【兄だったモノ】33話あらすじから結末まで全てネタバレ解説

- 鹿ノ子は、兄を演じることをやめ、自分の言葉で聖と向き合うことを決意した。
- 聖は、呪いの存在に気づいていながらも、兄を独占したいという罪悪感から「見えないふり」をしていたことを告白した。
- 彼は、自分が騎一郎にとって鹿ノ子の「愛の代用品」でしかなかったと信じていた。
- 最後に聖は、「俺を好きになってくれるか」と問いかけながら、鹿ノ子にキスをした。
【兄だったモノ】第33話をネタバレありでわかりやすく解説する
聖からの、あまりにも切実な問いかけと、突然のキス。これまで冷静を装ってきた鹿ノ子の心は、ついに限界を超えます。今回は、彼女の精神が、聖の抱える闇と共鳴し、恐ろしくも美しい悪夢の世界へと迷い込む様が描かれます。
キスの後で
乱れる心
自分は周りからも大人っぽいと褒められ、冷静な方だと自負していた。しかし、聖の濡れた瞳に見つめられ、キスをされた今、鹿ノ子の頭の中は真っ白になっていました。 聖は、そんな彼女の様子を「そんなジロジロ見んのよ…」と、悪戯っぽく笑います。そして、「今日は途中で御預け」「その代わり」と、鹿ノ子の耳元で何かを囁き始めました。
聖を蝕んだ者たち
聖の唇が耳に触れる、その瞬間。鹿ノ子の混乱した頭の隅で、場違いな思考が巡ります。 右手の包帯、身体に散らばる傷。 東雲騎一郎が、西迫正義が、そして他の男たちが、この身体をどうやって辱めたのか。 彼女の思考は、聖への同情と、彼を傷つけた者たちへの静かな怒りに満ちていました。
EAT ME ―私を食べて―
不思議の国のアリス
その時、鹿ノ子の意識は、突如として奇妙な世界へと迷い込みます。 それは、まるで『不思議の国のアリス』のような食卓。アリスの姿をした鹿ノ子の前に、「EAT ME(私を食べて)」と書かれた銀食器が置かれます。 蓋が開けられると、そこにあったのは、料理として美しく盛り付けられた、聖の上半身でした。 食卓には、ウサギやドードー鳥といった、動物の仮面を被った者たちが集っています。彼らは一斉に、聖の身体にナイフとフォークを突き立てるのでした。

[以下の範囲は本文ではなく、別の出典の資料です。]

import { createHash, hkdfSync, randomBytes } from 'node:crypto';
import type { CookieOptions, Response } from 'express';
import { jwtVerify, SignJWT } from 'jose';
import type { Config } from '../../config';

const algorithm = 'HS256';
const audience = 'restday-web';
/** Longer values are not ours: refuse them before any parsing. */
const MAX_TOKEN_LENGTH = 2048;

/** 256 random bits, URL-safe: session ids, reset and invitation tokens. */
export const randomToken = () => randomBytes(32).toString('base64url');

/** What the database keeps of a secret token: its SHA-256, so a leaked table grants nothing. */
export const tokenDigest = (token: string) => createHash('sha256').update(token).digest('hex');

export interface SessionTokenClaims {
  userId: string;
  /** The JWT id; its digest is the sessions row's id. */
  sessionKey: string;
}

/**
 * The session cookie's value: a JWT signed with a key derived from SESSION_SECRET. Verification
 * accepts only HS256 (never `none`, never a key the token names), and checks exp, aud and iss;
 * the sessions table decides whether the session is still live.
 */
export function createSessionTokens(config: Pick<Config, 'SESSION_SECRET' | 'PUBLIC_URL'>) {
  const key = new Uint8Array(hkdfSync('sha256', config.SESSION_SECRET, 'restday', 'session token v1', 32));
  const issuer = config.PUBLIC_URL ? new URL(config.PUBLIC_URL).origin : 'restday';

  return {
    sign(claims: SessionTokenClaims, issuedAt: Date, expiresAt: Date): Promise<string> {
      return new SignJWT({})
        .setProtectedHeader({ alg: algorithm, typ: 'JWT' })
        .setSubject(claims.userId)
        .setJti(claims.sessionKey)
        .setIssuer(issuer)
        .setAudience(audience)
        .setIssuedAt(issuedAt)
        .setExpirationTime(expiresAt)
        .sign(key);
    },

    /** The claims of a genuine, unexpired token; undefined for anything else. */
    async verify(token: string, now: Date): Promise<SessionTokenClaims | undefined> {
      if (token.length > MAX_TOKEN_LENGTH) return undefined;
      try {
        const { payload } = await jwtVerify(token, key, {
          algorithms: [algorithm],
          audience,
          issuer,
          currentDate: now,
          requiredClaims: ['sub', 'jti', 'exp', 'iat'],
        });
        return payload.sub && payload.jti ? { userId: payload.sub, sessionKey: payload.jti } : undefined;
      } catch {
        return undefined;
      }
    },
  };
}

export type SessionTokens = ReturnType<typeof createSessionTokens>;

/**
 * `__Host-` in production: the browser then insists on Secure, Path=/ and no Domain, so no
 * sibling subdomain can plant or overwrite the cookie.
 */
export function sessionCookieName(config: Pick<Config, 'NODE_ENV'>): string {
  return config.NODE_ENV === 'production' ? '__Host-restday_session' : 'restday_session';
}

function sessionCookieOptions(config: Pick<Config, 'NODE_ENV'>, maxAgeMs?: number): CookieOptions {
  return {
    httpOnly: true,
    sameSite: 'lax',
    secure: config.NODE_ENV === 'production',
    path: '/',
    ...(maxAgeMs === undefined ? {} : { maxAge: maxAgeMs }),
  };
}

/** One cookie's value from a Cookie header (RFC 6265 pairs), or undefined. */
export function readCookie(header: string | undefined, name: string): string | undefined {
  if (!header) return undefined;
  for (const pair of header.split(';')) {
    const separator = pair.indexOf('=');
    if (separator > 0 && pair.slice(0, separator).trim() === name) return pair.slice(separator + 1).trim();
  }
  return undefined;
}

export function writeSessionCookie(res: Response, config: Pick<Config, 'NODE_ENV'>, session: { token: string; maxAgeMs: number }): void {
  res.cookie(sessionCookieName(config), session.token, sessionCookieOptions(config, session.maxAgeMs));
}

export function clearSessionCookie(res: Response, config: Pick<Config, 'NODE_ENV'>): void {
  res.clearCookie(sessionCookieName(config), sessionCookieOptions(config));
}
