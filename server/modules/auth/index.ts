import { publicBaseUrl, type Config } from '../../config';
import type { Db } from '../../db/client';
import type { ApiMount } from '../../lib/api-module';
import type { Clock } from '../../lib/clock';
import type { Logger } from '../../lib/logger';
import type { AuditTrail } from '../audit';
import { createAuthRepo } from './auth.repo';
import { authRoutes } from './auth.routes';
import { createAuthService } from './auth.service';
import { loadSession } from './load-session';
import { createSessionTokens } from './session-tokens';
import { createSessionsService } from './sessions.service';
import { createThrottleRepo } from './throttle.repo';
import { createAuthThrottles } from './throttles';

// Named ports for the account and team modules, which sign people in and change their accounts too.
export { toUser } from './auth.service';
export { createAuthRepo as createUserAccounts, type AuthRepo as UserAccounts } from './auth.repo';
export { assertAcceptablePassword } from './password-policy';
export { randomToken, tokenDigest, writeSessionCookie } from './session-tokens';
export { requestContext, type RequestContext, type SessionsService, type StartedSession } from './sessions.service';
export type { AuthThrottles } from './throttles';

export interface AuthModuleDeps {
  config: Config;
  db: Db;
  logger: Logger;
  clock: Clock;
  audit: AuditTrail;
}

/**
 * Sign-up, sign-in and password resets at `/api/auth`, and what every other router relies on: the
 * session loader (`req.user`), the sessions service and the throttles.
 */
export function createAuthModule({ config, db, logger, clock, audit }: AuthModuleDeps) {
  const users = createAuthRepo(db);
  const sessions = createSessionsService({ repo: users, tokens: createSessionTokens(config), clock });
  const throttles = createAuthThrottles({ config, repo: createThrottleRepo(db), clock, logger, audit });
  const service = createAuthService({ repo: users, sessions, audit, clock, logger, baseUrl: publicBaseUrl(config) });
  return {
    mounts: [{ path: '/auth', router: authRoutes({ service, throttles, config }) }] satisfies ApiMount[],
    /** Sets `req.user` from the session cookie; mount it on the API router before the feature routers. */
    loadSession: loadSession(sessions, config),
    sessions,
    throttles,
  };
}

鹿ノ子もまた、その肉を口に運ぶことを強要されます。 悪夢から覚めた彼女は、あまりの恐怖に息を荒げ、聖から大きく身を引いていました。自分が今見たものが、誰かの記憶や感情と重なって見えたのだと、彼女は直感します。 そんな彼女の様子に、聖は驚いたような表情を浮かべるのでした。
【兄だったモノ】33話を読んだ感想(ネタバレあり)
今回は、息を呑むほど美しく、そして底知れぬほど恐ろしい回でした。 これまでのホラー展開とは一線を画す、芸術的で、悪夢のような『不思議の国のアリス』のシーン。聖さんが、彼に関わってきた人間たち(兄、西迫、そして鹿ノ子自身も含むのかもしれません)によって、いかに「消費」され、「食い物にされてきた」か。その比喩表現として、これ以上ないほど的確で、残酷な描写でした。動物の仮面を被った者たちの姿は、聖を愛するという名目で彼を食い物にしてきた人々の、欲望の象徴なのでしょう。
そして、そのグロテスクな光景を見てしまった鹿ノ子ちゃん。彼女の精神が、ついに聖さんの抱える闇の深淵に触れてしまった瞬間でした。これまで彼女は、兄の呪いという「外部」の恐怖と戦ってきました。しかし、これからは聖自身の「内側」に潜む、おぞましいトラウマとも向き合わなければならないのかもしれません。 最後に聖さんが驚いた表情をしていたのが、また不気味でした。彼は、鹿ノ子ちゃんが何を見たのか、わかっているのでしょうか。あまりにも謎が多く、考察が捗る回でした。
【兄だったモノ】33話のネタバレまとめ
- 聖とのキスにより、鹿ノ子の心は激しく動揺する。
- 鹿ノ子は、聖の身体に残る傷を見ながら、彼がこれまで受けてきたであろう仕打ちに思いを馳せる。
- その瞬間、鹿ノ子は『不思議の国のアリス』をモチーフにした悪夢のような幻覚を見る。
- 幻覚の中で、聖の身体が料理として食卓に並べられ、動物の仮面を被った者たちに食べられていた。
- 悪夢から覚め、恐怖に震える鹿ノ子に対し、聖は驚いたような表情を浮かべていた。